## Task details
This task calls for copying every line in the data below that contains the word "left".

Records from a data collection
○ ○ ○ ○ ○

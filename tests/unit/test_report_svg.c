/* SPDX-License-Identifier: GPL-3.0-or-later */
/* test_report_svg.c: axes, places of levels, labels, and that every chart is sound markup. */
#include <math.h>
#include <stdio.h>
#include <string.h>

#include "markup_check.h"
#include "report/chart.h"
#include "report/figures.h"
#include "report/svg.h"
#include "report/table.h"
#include "unit.h"

static void axes_have_round_ends(void)
{
    struct axis a = axis_round(-3.4, 0.7, 6);
    CU_ASSERT_EQUAL(a.step, 1);
    CU_ASSERT_EQUAL(a.low, -4);
    CU_ASSERT_EQUAL(a.high, 1);
    a = axis_round(0, 21.3, 5);
    CU_ASSERT_EQUAL(a.step, 5);
    CU_ASSERT_EQUAL(a.high, 25);
    a = axis_round(0.9e6, 1.25e6, 6);
    CU_ASSERT_EQUAL(a.step, 1e5);
    a = axis_round(2, 2, 5); /* one value only: parted */
    CU_ASSERT_TRUE(a.low < 2 && a.high > 2);
    a = axis_round(0, 0, 5);
    CU_ASSERT_TRUE(a.low < 0 && a.high > 0);
    CU_ASSERT_DOUBLE_EQUAL(axis_at(&a, 100, 0, 0), 50, 1e-9);
    a = axis_round(0, INFINITY, 5); /* must end, whatever it draws */
    CU_ASSERT_TRUE(a.high > a.low && a.step > 0);
    a = axis_round(0, 5e-324, 5);
    CU_ASSERT_TRUE(a.high > a.low && a.step > 0);
}

static void levels_stand_to_scale_where_labels_fit(void)
{
    static const char *const labels[] = {"a", "b", "c"};
    static const double even[] = {0, 10, 20}, skewed[] = {0, 1, 1000};
    const struct frame f = {.width = 680, .left = 40, .right = 660};
    struct chart_levels l = {3, labels, even, "Dose", -1, NULL};
    double x[LEVEL_PLACES];
    CU_ASSERT_TRUE(levels_fit_to_scale(&l, &f));
    levels_place(&l, &f, true, x);
    CU_ASSERT_DOUBLE_EQUAL(x[1] - x[0], x[2] - x[1], 1e-9);
    CU_ASSERT_TRUE(x[0] >= f.left && x[2] <= f.right);
    l.value = skewed;
    CU_ASSERT_FALSE(levels_fit_to_scale(&l, &f));
    levels_place(&l, &f, false, x);
    CU_ASSERT_DOUBLE_EQUAL(x[1] - x[0], x[2] - x[1], 1e-9);
}

static void long_lists_leave_labels_out(void)
{
    const char *labels[128];
    double values[128], p[129] = {0};
    for (size_t k = 0; k < 128; k++) {
        labels[k] = "level";
        values[k] = (double)k;
    }
    const struct chart_bars c = {.levels = {128, labels, values, "Dose", 100, "none"},
                                 .title = "Probability",
                                 .label = "chart",
                                 .bar_name = {"is", NULL},
                                 .bar = {p, NULL}};
    struct text t = TEXT_INIT;
    chart_bars(&t, &c);
    CU_ASSERT_TRUE(markup_is_sound(text_s(&t)));
    CU_ASSERT_TRUE(markup_count(text_s(&t), ">level<") < 40);
    CU_ASSERT_TRUE(markup_count(text_s(&t), ">level<") > 10);
    CU_ASSERT_EQUAL(markup_count(text_s(&t), "tick strong"),
                    2); /* the marked one, wide and narrow */
    text_release(&t);
}

static void missing_values_are_not_drawn(void)
{
    static const char *const labels[] = {"a", "b", "c"};
    static const double values[] = {1, 2, 3}, gap[] = {0.2, NAN, 0.4}, none[] = {NAN, NAN, NAN};
    const struct chart_response c = {.levels = {3, labels, values, "Dose", -1, NULL},
                                     .title = "Response",
                                     .label = "chart",
                                     .raw_name = "raw",
                                     .posterior_name = "posterior",
                                     .curve_name = "curve",
                                     .raw = gap,
                                     .raw_low = none,
                                     .raw_high = none,
                                     .size = values,
                                     .mean = gap,
                                     .low = gap,
                                     .high = gap,
                                     .reference = NAN};
    struct text t = TEXT_INIT;
    chart_response(&t, &c);
    CU_ASSERT_TRUE(markup_is_sound(text_s(&t)));
    CU_ASSERT_PTR_NULL(strstr(text_s(&t), "nan"));
    CU_ASSERT_EQUAL(markup_count(text_s(&t), "raw-mark"), 2 * (2 + 1)); /* two points and the key */
    text_release(&t);
}

static void text_is_escaped_and_numbers_are_short(void)
{
    struct text t = TEXT_INIT;
    svg_open(&t, 100, 50, "chart", "a \"quoted\" <label>");
    svg_text(&t, "tick", ANCHOR_MIDDLE, 1.04, 2, "<b> & -3");
    svg_close(&t);
    CU_ASSERT_TRUE(markup_is_sound(text_s(&t)));
    CU_ASSERT_PTR_NOT_NULL(strstr(text_s(&t), "&lt;b&gt; &amp; \xE2\x88\x92"
                                              "3"));
    CU_ASSERT_PTR_NOT_NULL(strstr(text_s(&t), "x=\"1\" y=\"2\""));
    text_release(&t);
}

static void lines_break_at_blanks(void)
{
    CU_ASSERT_EQUAL(svg_text_lines(NULL, "", 0, 0, 70, 10, "one two three four"), 2);
    CU_ASSERT_EQUAL(svg_text_lines(NULL, "", 0, 0, 10, 10, "unbreakable"), 1);
    CU_ASSERT_EQUAL(svg_text_lines(NULL, "", 0, 0, 10, 10, ""), 0);
}

static const char *shown(struct text *t, double p, int decimals)
{
    text_clear(t);
    figure_probability(t, p, (struct digits){decimals, 0});
    return text_s(t);
}

static void probabilities_are_never_exactly_0_or_1(void)
{
    struct text t = TEXT_INIT;
    CU_ASSERT_STRING_EQUAL(shown(&t, 0, 3), "<0.001");
    CU_ASSERT_STRING_EQUAL(shown(&t, 1, 3), ">0.999");
    CU_ASSERT_STRING_EQUAL(shown(&t, 0.0006, 3), "0.001");
    CU_ASSERT_STRING_EQUAL(shown(&t, 0.99996, 4), ">0.9999");
    CU_ASSERT_STRING_EQUAL(shown(&t, 0.41237, 3), "0.412");
    CU_ASSERT_STRING_EQUAL(shown(&t, NAN, 3), "\xE2\x80\x93");
    text_release(&t);
}

static void digits_follow_the_error(void)
{
    CU_ASSERT_EQUAL(digits_for(0.0045, 3, 3).decimals, 3);
    CU_ASSERT_EQUAL(digits_for(400, 1e6, 3).decimals, 0);
    CU_ASSERT_EQUAL(digits_for(400, 1e6, 3).significant, 0);
    CU_ASSERT_EQUAL(digits_for(1e-9, 1e-6, 3).significant, 5);
    CU_ASSERT_EQUAL(digits_for(1e4, 1e8, 3).significant, 5);
    CU_ASSERT_EQUAL(digits_for(NAN, 1, 2).decimals, 2);
}

/* A design may name any number of targets, a column each. */
static void tables_have_any_number_of_columns(void)
{
    struct table *t = table_new();
    struct text text = TEXT_INIT;
    for (size_t c = 0; c < 200; c++)
        table_column(t, c ? "col" : "row", c > 0);
    for (size_t c = 0; c < 400; c++)
        table_cell(t, c % 200 ? "1" : "name");
    CU_ASSERT_EQUAL(table_rows(t), 2);
    table_text(&text, t);
    CU_ASSERT_EQUAL(markup_count(text_s(&text), "col"), 199);
    CU_ASSERT_EQUAL(markup_count(text_s(&text), "\n"), 3);
    table_free(t);
    text_release(&text);
}

static const struct unit_test tests[] = {
    {"axes have round ends", axes_have_round_ends},
    {"levels stand to scale where labels fit", levels_stand_to_scale_where_labels_fit},
    {"long lists leave labels out", long_lists_leave_labels_out},
    {"missing values are not drawn", missing_values_are_not_drawn},
    {"text is escaped, numbers are short", text_is_escaped_and_numbers_are_short},
    {"lines break at blanks", lines_break_at_blanks},
    {"probabilities are never exactly 0 or 1", probabilities_are_never_exactly_0_or_1},
    {"tables have any number of columns", tables_have_any_number_of_columns},
    {"digits follow the error", digits_follow_the_error},
    UNIT_END};

int main(void)
{
    return unit_main("report svg", tests);
}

○ ○ ○ ○ ○

## Answer to this task
    const struct frame f = {.width = 680, .left = 40, .right = 660};
    CU_ASSERT_TRUE(x[0] >= f.left && x[2] <= f.right);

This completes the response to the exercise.